Data provided:
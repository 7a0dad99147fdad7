"""The fold: what is set aside and why, what leaves no trace, what starts afresh."""

from __future__ import annotations

import json
import math
from collections.abc import Callable, Iterable
from dataclasses import replace
from typing import Any

import pytest
from hypothesis import given, settings
from hypothesis import strategies as st
from plans import (
    GAUGE,
    START,
    TOPIC,
    characteristic,
    engine,
    events,
    fold,
    kinds,
    message,
    points,
    reading,
    readings,
    reasons,
    shewhart,
)

from monitor import messages
from monitor.decode import MAX_PAYLOAD
from monitor.engine import Engine
from monitor.entries import Connected, Disconnected, Entry, Message, Parsed, Reading, Started
from monitor.numbers import NOT_JSON, parse
from monitor.outputs import Alert, Output, SetAside
from monitor.plan import (
    CharacteristicPlan,
    Chart,
    CusumPlan,
    EwmaPlan,
    RulePlan,
    SequencePlan,
    SourcePlan,
)
from monitor.routes import MAX_STREAMS
from monitor.times import SECOND

NOW = START / SECOND

CHECKWEIGHER = SourcePlan(
    topic="line/+/weight",
    captures=((1, "lane"),),
    payload="json",
    value=("net",),
    time=("t",),
    sequence=SequencePlan(("n",)),
    stream=(("head", ("head",)),),
    use_if=((("verdict",), ("accept",)),),
    plausible_lower=0.0,
    plausible_upper=1000.0,
)
LANE = "line/1/weight"
GOOD: dict[str, Any] = {"net": 341.6, "t": NOW, "n": 7, "head": 4, "verdict": "accept"}


def checkweigher() -> Engine:
    return engine(characteristic(source=CHECKWEIGHER, mean=341.2, sigma=1.9))


def without(key: str, **changes: object) -> dict[str, Any]:
    return {k: v for k, v in (GOOD | changes).items() if k != key}


def text(**changes: object) -> bytes:
    return json.dumps(GOOD | changes).encode()


# Readings in: each reason, and of two reasons the earlier

LATER = reading(341.6, 1, 8)
BIG = b" " * (MAX_PAYLOAD + 1)


@pytest.mark.parametrize(
    ("reason", "topic", "payload", "retain"),
    [
        ("oversized", LANE, text() + BIG, False),
        ("oversized", LANE, BIG, True),  # and retained
        ("retained", LANE, text(), True),
        ("retained", "line/elsewhere", text(), True),  # and no-topic
        ("no-topic", "line/elsewhere", text(), False),
        ("no-topic", "line/1/weight/more", b"{", False),  # and not-json
        ("no-topic", "line/+/weight", text(), False),
        ("no-topic", "line/#", text(), False),
        ("no-topic", "#", text(), False),
        ("no-topic", "", text(), False),
        ("not-json", LANE, b"", False),
        ("not-json", LANE, b"341.6 g", False),
        ("not-json", LANE, b"\xff\xfe", False),
        ("not-json", LANE, text(verdict="reject")[:-1], False),  # and not-used
        ("not-used", LANE, text(verdict="reject"), False),
        ("not-used", LANE, b"341.6", False),
        ("not-used", LANE, text(verdict="reject", head=None), False),  # and no-stream
        ("no-stream", LANE, json.dumps(without("head")).encode(), False),
        ("no-stream", LANE, text(head=True), False),
        ("no-stream", LANE, text(head={"number": 4}), False),
        ("no-stream", LANE, text(head=[4]), False),
        ("no-stream", "line//weight", text(), False),
        ("no-stream", LANE, text(head=None, net=None), False),  # and no-value
        ("no-value", LANE, json.dumps(without("net")).encode(), False),
        ("no-value", LANE, text(net=None), False),  # and not-a-number
        ("not-a-number", LANE, text(net="heavy"), False),
        ("not-a-number", LANE, text(net=True), False),
        ("not-a-number", LANE, text(net=[341.6]), False),
        ("not-a-number", LANE, text(net={"g": 341.6}), False),
        ("not-a-number", LANE, text(net="-Infinity"), False),  # and not-finite
        ("not-finite", LANE, text(net=math.nan), False),
        ("not-finite", LANE, text(net="1e999"), False),
        ("not-finite", LANE, text(net=10**400), False),
        ("not-finite", LANE, text(net=-math.inf), False),  # and implausible
        ("implausible", LANE, text(net=1000.1), False),
        ("implausible", LANE, json.dumps(without("t", net=-1)).encode(), False),  # and no-time
        ("no-time", LANE, json.dumps(without("t")).encode(), False),
        ("no-time", LANE, text(t=None), False),  # and bad-time
        ("bad-time", LANE, text(t="soon"), False),
        ("bad-time", LANE, text(t=False), False),
        ("bad-time", LANE, text(t="2026-03-02T06:41:12"), False),
        ("bad-time", LANE, text(t="2999-01-01T00:00:00"), False),  # and future
        ("future", LANE, text(t=NOW + 301), False),
        ("future", LANE, text(t=1e300), False),
    ],
)
def test_the_first_check_that_fails_names_the_reason(
    reason: str, topic: str, payload: bytes, retain: bool
) -> None:
    watching = checkweigher()
    entry = Message(START, topic, payload, retain)
    assert watching.fold(entry) == (
        SetAside(reason, None if reason in NAMELESS else "weight", START, topic, payload),
    )
    assert watching.counts.set_aside == {reason: 1}
    assert (watching.counts.messages, watching.counts.readings) == (1, 0)
    assert watching.streams() == []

What the task asks: What is needed is a word-for-word copy of the records.

Solution to the problem:
repository 7a0dad99147fdad7
"""The fold: what is set aside and why, what leaves no trace, what starts afresh."""

from __future__ import annotations

import json
import math
from collections.abc import Callable, Iterable
from dataclasses import replace
from typing import Any

import pytest
from hypothesis import given, settings
from hypothesis import strategies as st
from plans import (
    GAUGE,
    START,
    TOPIC,
    characteristic,
    engine,
    events,
    fold,
    kinds,
    message,
    points,
    reading,
    readings,
    reasons,
    shewhart,
)

from monitor import messages
from monitor.decode import MAX_PAYLOAD
from monitor.engine import Engine
from monitor.entries import Connected, Disconnected, Entry, Message, Parsed, Reading, Started
from monitor.numbers import NOT_JSON, parse
from monitor.outputs import Alert, Output, SetAside
from monitor.plan import (
    CharacteristicPlan,
    Chart,
    CusumPlan,
    EwmaPlan,
    RulePlan,
    SequencePlan,
    SourcePlan,
)
from monitor.routes import MAX_STREAMS
from monitor.times import SECOND

NOW = START / SECOND

CHECKWEIGHER = SourcePlan(
    topic="line/+/weight",
    captures=((1, "lane"),),
    payload="json",
    value=("net",),
    time=("t",),
    sequence=SequencePlan(("n",)),
    stream=(("head", ("head",)),),
    use_if=((("verdict",), ("accept",)),),
    plausible_lower=0.0,
    plausible_upper=1000.0,
)
LANE = "line/1/weight"
GOOD: dict[str, Any] = {"net": 341.6, "t": NOW, "n": 7, "head": 4, "verdict": "accept"}


def checkweigher() -> Engine:
    return engine(characteristic(source=CHECKWEIGHER, mean=341.2, sigma=1.9))


def without(key: str, **changes: object) -> dict[str, Any]:
    return {k: v for k, v in (GOOD | changes).items() if k != key}


def text(**changes: object) -> bytes:
    return json.dumps(GOOD | changes).encode()


# Readings in: each reason, and of two reasons the earlier

LATER = reading(341.6, 1, 8)
BIG = b" " * (MAX_PAYLOAD + 1)


@pytest.mark.parametrize(
    ("reason", "topic", "payload", "retain"),
    [
        ("oversized", LANE, text() + BIG, False),
        ("oversized", LANE, BIG, True),  # and retained
        ("retained", LANE, text(), True),
        ("retained", "line/elsewhere", text(), True),  # and no-topic
        ("no-topic", "line/elsewhere", text(), False),
        ("no-topic", "line/1/weight/more", b"{", False),  # and not-json
        ("no-topic", "line/+/weight", text(), False),
        ("no-topic", "line/#", text(), False),
        ("no-topic", "#", text(), False),
        ("no-topic", "", text(), False),
        ("not-json", LANE, b"", False),
        ("not-json", LANE, b"341.6 g", False),
        ("not-json", LANE, b"\xff\xfe", False),
        ("not-json", LANE, text(verdict="reject")[:-1], False),  # and not-used
        ("not-used", LANE, text(verdict="reject"), False),
        ("not-used", LANE, b"341.6", False),
        ("not-used", LANE, text(verdict="reject", head=None), False),  # and no-stream
        ("no-stream", LANE, json.dumps(without("head")).encode(), False),
        ("no-stream", LANE, text(head=True), False),
        ("no-stream", LANE, text(head={"number": 4}), False),
        ("no-stream", LANE, text(head=[4]), False),
        ("no-stream", "line//weight", text(), False),
        ("no-stream", LANE, text(head=None, net=None), False),  # and no-value
        ("no-value", LANE, json.dumps(without("net")).encode(), False),
        ("no-value", LANE, text(net=None), False),  # and not-a-number
        ("not-a-number", LANE, text(net="heavy"), False),
        ("not-a-number", LANE, text(net=True), False),
        ("not-a-number", LANE, text(net=[341.6]), False),
        ("not-a-number", LANE, text(net={"g": 341.6}), False),
        ("not-a-number", LANE, text(net="-Infinity"), False),  # and not-finite
        ("not-finite", LANE, text(net=math.nan), False),
        ("not-finite", LANE, text(net="1e999"), False),
        ("not-finite", LANE, text(net=10**400), False),
        ("not-finite", LANE, text(net=-math.inf), False),  # and implausible
        ("implausible", LANE, text(net=1000.1), False),
        ("implausible", LANE, json.dumps(without("t", net=-1)).encode(), False),  # and no-time
        ("no-time", LANE, json.dumps(without("t")).encode(), False),
        ("no-time", LANE, text(t=None), False),  # and bad-time
        ("bad-time", LANE, text(t="soon"), False),
        ("bad-time", LANE, text(t=False), False),
        ("bad-time", LANE, text(t="2026-03-02T06:41:12"), False),
        ("bad-time", LANE, text(t="2999-01-01T00:00:00"), False),  # and future
        ("future", LANE, text(t=NOW + 301), False),
        ("future", LANE, text(t=1e300), False),
    ],
)
def test_the_first_check_that_fails_names_the_reason(
    reason: str, topic: str, payload: bytes, retain: bool
) -> None:
    watching = checkweigher()
    entry = Message(START, topic, payload, retain)
    assert watching.fold(entry) == (
        SetAside(reason, None if reason in NAMELESS else "weight", START, topic, payload),
    )
    assert watching.counts.set_aside == {reason: 1}
    assert (watching.counts.messages, watching.counts.readings) == (1, 0)
    assert watching.streams() == []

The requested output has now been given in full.